What is a hypocrite?
I am not a psychologist, but here is my take on this subject. A hypocrite is a person whose behaviour does not conform to the moral standards that they pretend to have.
Many of us feel that our ex’s are hypocrites. And if your ex is a narcissistic, hypocrisy is the narcissist’s hallmark.
Hypocrisy is the exact opposite of integrity. A narcissistic ex will declare themselves as principled and perfect while pointing out your inadequacies. They have very high standards and expectations of others, but they don’t hold themselves to the same expectations. In other words, they don’t walk the talk of their self proclaimed virtuosity.
Their children pick up on this and may become confused.
Why are we so bothered by a hypocritical ex?
My clients get highly triggered by the hypocrisy demonstrated by their ex’s. I think it is because hypocrisy is a sneaky manipulative form of lying. Hypocrites are a special type of liar who put extra effort into disguising their misbehaviour and sending the world false signs of moral superiority.

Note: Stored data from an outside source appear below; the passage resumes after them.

package kit

import (
	"fmt"
	"os/exec"
	"strings"
	"testing"

	"coilwright/cam/checktool"
	"coilwright/parts/sheet"
	"coilwright/templates"
)

// sheetPDFText builds a kit's build sheet in memory and returns its text
// as poppler's pdftotext reads it, spaces collapsed.
func sheetPDFText(t *testing.T, k *Kit) string {
	t.Helper()
	pdftotext := checktool.Need(t, "pdftotext")
	var m Memory
	if err := k.writeSheet(&m); err != nil {
		t.Fatal(err)
	}
	b, _ := m.File("build-sheet.pdf")
	path := checktool.TempFile(t, "sheet.pdf", b)
	out, err := exec.Command(pdftotext, path, "-").Output()
	if err != nil {
		t.Fatal(err)
	}
	return strings.Join(strings.Fields(string(out)), " ")
}

// TestStepFiguresCarryTheirDimensions finds each step figure's caption and
// the dimensions it must print, worked out from the design, in the PDF's
// text.
func TestStepFiguresCarryTheirDimensions(t *testing.T) {
	for _, demo := range templates.Demos() {
		t.Run(demo, func(t *testing.T) {
			k := demoKit(t, demo, Options{Version: "test"})
			text := sheetPDFText(t, k)
			d, cl := k.Design, k.cutList
			w := d.Patterns.Wedge
			in := d.Patterns.Reflector.Input
			want := map[string][]string{
				"lock tail": {"Lock tail, seen along the former's axis", "tail ", fmt.Sprintf("%.1f", cl.Wire.LockTailMM), "mark A at the hole's mouth", "deep"},
				"winding": {"Winding direction, seen from the open end", d.Coil.Hand.String(), fmt.Sprintf("Ø%.2f wire centre at the base", 2*d.Coil.StartRadius),
					"seen from the open end: " + handTurn(d) + " as it rises"},
				"strip": {"Matching strip (mm)", "FEED END", fmt.Sprintf("%.2f along the centreline", w.Length),
					fmt.Sprintf("%.2f above the plate at the feed", w.Stations[0].Height), fmt.Sprintf("%.2f", w.FeedWidth), fmt.Sprintf("%.2f far end", w.EndWidth)},
				"reflector": {"Reflector top face, seen from the coil side", "0°", fmt.Sprintf("%.2f centre to feed", in.FeedRadius), fmt.Sprintf("%.1f across", in.Size), "ground joint"},
				"feed": {"Feed in section at the plate", fmt.Sprintf("%.2f wire centre", d.Coil.Z0), fmt.Sprintf("hole Ø%.2f", cl.Coax.FeedHoleMM),
					fmt.Sprintf("bare centre %.1f", cl.Coax.CentreMM), fmt.Sprintf("dielectric %.1f", cl.Coax.DielectricMM)},
				"side view": {"near half of each turn dark", fmt.Sprintf("%.1f plate to top wire centre", sheet.Heights(d).TopCentre)},
			}
			for fig, ws := range want {
				for _, s := range ws {
					if !strings.Contains(text, s) {
						t.Errorf("%s figure: %q not in the PDF", fig, s)
					}
				}
			}
			if cl.Coax.FlareMM > 0 && !strings.Contains(text, fmt.Sprintf("braid fanned %.1f", cl.Coax.FlareMM)) {
				t.Error("feed figure lacks the braid flare")
			}
		})
	}
}

// TestSideViewShowsTheHand checks the depth cue against the hand: seen
// from −y with x to the right, the near (y < 0) half of a right-hand turn
// rises to the right and of a left-hand turn to the left (z = kφ,
// x = r cos φ on φ ∈ (π, 2π) for the right hand).
func TestSideViewShowsTheHand(t *testing.T) {
	for _, demo := range templates.Demos() {
		k := demoKit(t, demo, Options{Version: "test"})
		v := sheet.NewSideView(k.Design, k.cutList)
		if len(v.Near) == 0 || len(v.Far) == 0 {
			t.Fatalf("%s: %d near and %d far runs", demo, len(v.Near), len(v.Far))
		}
		sense := handSense(k.Design)
		for _, run := range v.Near {
			if len(run) < 4 {
				continue
			}
			a, b := run[0], run[len(run)-1]
			if (b.X-a.X)*(b.Y-a.Y)*sense <= 0 {
				t.Errorf("%s: a near run from %v to %v does not rise the way a %s turn's front does", demo, a, b, k.Design.Coil.Hand)
			}
		}
	}
}

// TestLockCutInTheSteps: when the lock hole is shallower than the lock
// tail (the hole stops a wall short of the drive), the lock step itself,
// not only the PDF figure, says how short to cut the tail.
func TestLockCutInTheSteps(t *testing.T) {
	for _, demo := range templates.Demos() {
		k := demoKit(t, demo, Options{Version: "test"})
		note, cut := k.lockCut()
		if room := k.lockRoom(); (note != "") != (k.cutList.Wire.LockTailMM > room) || cut > room {
			t.Errorf("%s: room %.2f mm, tail %.2f mm, cut %.2f mm, note %q", demo, room, k.cutList.Wire.LockTailMM, cut, note)
		}
		var m Memory
		if err := k.writeSheet(&m); err != nil {
			t.Fatal(err)
		}
		b, _ := m.File("build-sheet.md")
		if note != "" && !strings.Contains(string(b), note) {
			t.Errorf("%s: the lock step lacks %q", demo, note)
		}
	}
}
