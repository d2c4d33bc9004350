package kit

import (
	"errors"
	"strings"
	"testing"

	"coilwright/parts/spec"
)

// specKit plans a kit from spec text.
func specKit(t testing.TB, text string) *Kit {
	t.Helper()
	s, err := spec.ParseSpec([]byte(text))
	if err != nil {
		t.Fatal(err)
	}
	k, err := New(Source{Name: "test.toml", Bytes: []byte(text), Spec: s}, Options{Version: "test"})
	if err != nil {
		t.Fatal(err)
	}
	return k
}

// squareHard is a 2.44 GHz cylinder of hard-drawn copper on a square
// plate. The wire library gives hard-drawn copper 1.5 % elongation.
const squareHard = `kit = "Test Square"
frequency_mhz = 2440.0

[coil]
shape = "cylindrical"
turns = 1.0
hand = "RHCP"
base_circumference_lambda = 1.0
pitch_angle_deg = 12.5

[wire]
material = "copper-hard-drawn"
diameter_mm = 2.0

[reflector]
shape = "square"
side_mm = 130.0
`

func TestDesignMarkdownWording(t *testing.T) {
	k := specKit(t, squareHard)
	var m Memory
	if err := k.writeDesign(&m); err != nil {
		t.Fatal(err)
	}
	b, _ := m.File("design.md")
	md := string(b)
	for _, bad := range []string{"square 130.00 mm square", "1 turns", "(elongation 2 %)"} {
		if strings.Contains(md, bad) {
			t.Errorf("design.md says %q", bad)
		}
	}
	for _, want := range []string{"square, side 130.00 mm", "1 turn,", "(elongation 1.5 %)"} {
		if !strings.Contains(md, want) {
			t.Errorf("design.md lacks %q", want)
		}
	}
}

// TestWireLongerThanStockIsRefused plans one kit whose wire blank is
// longer than the stock rod: check refuses it on stock.wire_rod_mm with
// the length that fits and the other way out.
func TestWireLongerThanStockIsRefused(t *testing.T) {
	text := strings.Replace(squareHard, "turns = 1.0", "turns = 8.0", 1) + "\n[stock]\nwire_rod_mm = 500.0\n"
	s, err := spec.ParseSpec([]byte(text))
	if err != nil {
		t.Fatal(err)
	}
	_, err = New(Source{Name: "t.toml", Bytes: []byte(text), Spec: s}, Options{})
	var se *spec.SpecError
	if !errors.As(err, &se) || se.Key != "stock.wire_rod_mm" || se.Line == 0 {
		t.Fatalf("error %v, want a stock.wire_rod_mm SpecError with its line", err)
	}
	if !strings.Contains(se.Fix, "set wire_rod_mm = ") || !strings.Contains(se.Fix, "reel") {
		t.Errorf("fix %q", se.Fix)
	}
}
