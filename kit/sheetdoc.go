package kit

import (
	"fmt"
	"strings"

	"coilwright/cam"
	"coilwright/cam/geom"
	"coilwright/parts"
)

// num formats a number compactly.
func num(v float64) string { return fmt.Sprintf("%g", v) }

// sheetDocument lays out the build sheet's content as a flowing document.
func sheetDocument(b *parts.BuildSheet, page cam.PageSize) cam.Document {
	var bl []cam.Block
	add := func(x ...cam.Block) { bl = append(bl, x...) }

	// Cover.
	add(cam.Heading{Text: b.Kit, Level: 1},
		cam.Paragraph{Text: "Build sheet: " + b.Summary + ".", Size: 13},
		cam.Paragraph{Lead: "Hand: " + b.Hand + ".", Text: strings.ToUpper(b.HandWords[:1]) + b.HandWords[1:] + ". Both ends of a link must use the same hand.", Boxed: true, Size: 13},
		cam.Paragraph{Lead: "Spec SHA-256:", Text: b.SpecSHA256, Size: 8.5})
	if b.Quantity > 1 {
		add(cam.Paragraph{Text: fmt.Sprintf("One of %d kits in this batch: the batch plan (batch.md) lists the stock to buy and how to cut it.", b.Quantity)})
	}
	add(cam.Paragraph{Text: "Contents: design table and side view; tools and materials; cautions; " + fmt.Sprintf("%d numbered steps", len(b.Steps)) + "; inspection table; closing note; 1:1 templates."},
		cam.Paragraph{Lead: "Read the cautions before step 1.", Text: "Each caution is repeated at the step that needs it.", Boxed: true})
	add(cam.PageBreak{})

	// Design and side view.
	add(cam.Heading{Text: "Design", Level: 2})
	rows := make([][]string, len(b.Design))
	for i, r := range b.Design {
		rows[i] = []string{r.Label, r.Value}
	}
	add(cam.Table{Widths: []float64{1, 2.6}, Rows: rows})
	add(cam.Heading{Text: "Side view", Level: 2}, sideFigure(b))

	add(cam.Heading{Text: "Tools", Level: 2}, cam.List{Items: b.Tools})
	add(cam.Heading{Text: "Materials (one kit)", Level: 2})
	rows = make([][]string, len(b.Materials))
	for i, r := range b.Materials {
		rows[i] = []string{r.Label, r.Value}
	}
	add(cam.Table{Widths: []float64{1, 3}, Rows: rows})

	add(cam.PageBreak{}, cam.Heading{Text: "Cautions — read before step 1", Level: 2})
	for _, c := range b.Cautions {
		add(cam.Group{Blocks: []cam.Block{cam.Heading{Text: c.Heading, Level: 3}, cam.Paragraph{Text: c.Text}}})
	}

	add(cam.PageBreak{}, cam.Heading{Text: "Steps", Level: 2})
	for _, st := range b.Steps {
		// The step's title, its cautions and its first paragraph stay on
		// one page.
		g := cam.Group{Blocks: []cam.Block{cam.Heading{Text: fmt.Sprintf("Step %d. %s", st.Number, st.Title), Level: 3}}}
		for _, c := range st.Cautions {
			g.Blocks = append(g.Blocks, cam.Paragraph{Lead: "Caution — " + c.Heading + ".", Text: c.Text, Boxed: true, Size: 9})
		}
		for i, t := range st.Text {
			if i == 0 {
				g.Blocks = append(g.Blocks, cam.Paragraph{Text: t})
				add(g)
				continue
			}
			add(cam.Paragraph{Text: t})
		}
	}

	add(cam.PageBreak{}, cam.Heading{Text: "Inspection table", Level: 2}, cam.Paragraph{Text: b.InspectionNote})
	rows = make([][]string, len(b.Inspection))
	for i, r := range b.Inspection {
		rows[i] = []string{fmt.Sprint(r.Turn), fmt.Sprintf("%.2f", r.OutsideMM), fmt.Sprintf("± %.2f", r.ToleranceMM), fmt.Sprintf("%.2f", r.CentrelineMM), fmt.Sprintf("%.1f", r.HeightMM), ""}
	}
	add(cam.Table{Widths: []float64{0.6, 1.3, 1.1, 1.3, 1, 1.6}, Right: []bool{true, true, true, true, true, false},
		Header: []string{"Turn", "Target outside Ø (mm)", "Tolerance (mm)", "Wire centre Ø (mm)", "Height (mm)", "Measured (mm)"},
		Rows:   rows, MinRowMM: 9})
	if len(b.Warnings) > 0 {
		items := make([]string, len(b.Warnings))
		for i, w := range b.Warnings {
			items[i] = w.Code + ": " + w.Message
		}
		add(cam.Heading{Text: "Design warnings", Level: 2}, cam.List{Items: items})
	}
	add(cam.Heading{Text: "Closing note", Level: 2})
	for _, c := range b.Closing {
		add(cam.Paragraph{Text: c})
	}
	add(cam.Paragraph{Text: "The 1:1 templates follow. Print them at 100 % (actual size, no fit to page) and check the 50 mm scale bar with a rule before cutting.", Boxed: true})
	return cam.Document{Page: page, Footer: b.Kit + " — build sheet — spec " + b.SpecSHA256[:12], Blocks: bl}
}

// sideFigure draws the side view: reflector, support rod, feed cable and
// the wire, with the dimensions.
func sideFigure(b *parts.BuildSheet) cam.Figure {
	v := b.View
	rect := func(x0, y0, x1, y1 float64) geom.Polyline {
		return geom.Polyline{{X: x0, Y: y0}, {X: x1, Y: y0}, {X: x1, Y: y1}, {X: x0, Y: y1}}
	}
	cable := v.CableShown
	paths := []cam.FigurePath{
		{Points: rect(-v.RodDiameter/2, 0, v.RodDiameter/2, v.RodLength), Closed: true, Fill: true, FillGray: 0.08, Gray: 0.6},
		{Points: rect(-v.ReflectorWidth/2, -v.ReflectorThick, v.ReflectorWidth/2, 0), Closed: true, Fill: true, FillGray: 0.45, Gray: 1},
		{Points: rect(v.CoaxX-v.CoaxOuter/2, -v.ReflectorThick-cable, v.CoaxX+v.CoaxOuter/2, 0), Closed: true, Fill: true, FillGray: 0.3, Gray: 1},
		{Points: v.Wire, StrokeMM: v.WireDiameter, Gray: 0.75},
	}
	return cam.Figure{Paths: paths, Dimensions: v.Dimensions, Height: 120,
		Caption: fmt.Sprintf("Side view, fitted to the page (not 1:1); dimensions in mm. %s coil drawn on its wire centreline, support rod Ø%s × %.1f mm, feed cable coming up through the reflector under the coil's start.", b.Hand, num(v.RodDiameter), v.RodLength)}
}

If we are going to be lied to, we would rather it be overt. We may well have more tolerance of a “run of the mill” liar than a hypocrite.
How to deal with a hypocritical ex
- If your ex is narcissistic, just realize hypocrisy is part of his or her unique toolkit.
- Expect hypocrisy. There is no longer any need to feel disappointed, disgruntled, disgusted, dismayed by your ex’s behaviour. That is what I call optional suffering. Do this by dropping the Manual you have for your ex.
- Don’t expect your ex to behave like you. Their hypocrisy is not yours to fix.
- When your kids feel confused, you get to validate their experience. They are experiencing cognitive dissonance. Let them know that you understand it is confusing when someone says one thing and does not act according to what they were saying. Hold space for them to share their feelings of anger and disappointment. It is not your job to convince them to feel otherwise about your ex. Lead with curiosity and compassion.
You are not going to change your ex. If you could, you probably would have done so while you were together. Managing your expectations and your reactions to their hypocrisy will reduce the effect that it has on you and your children.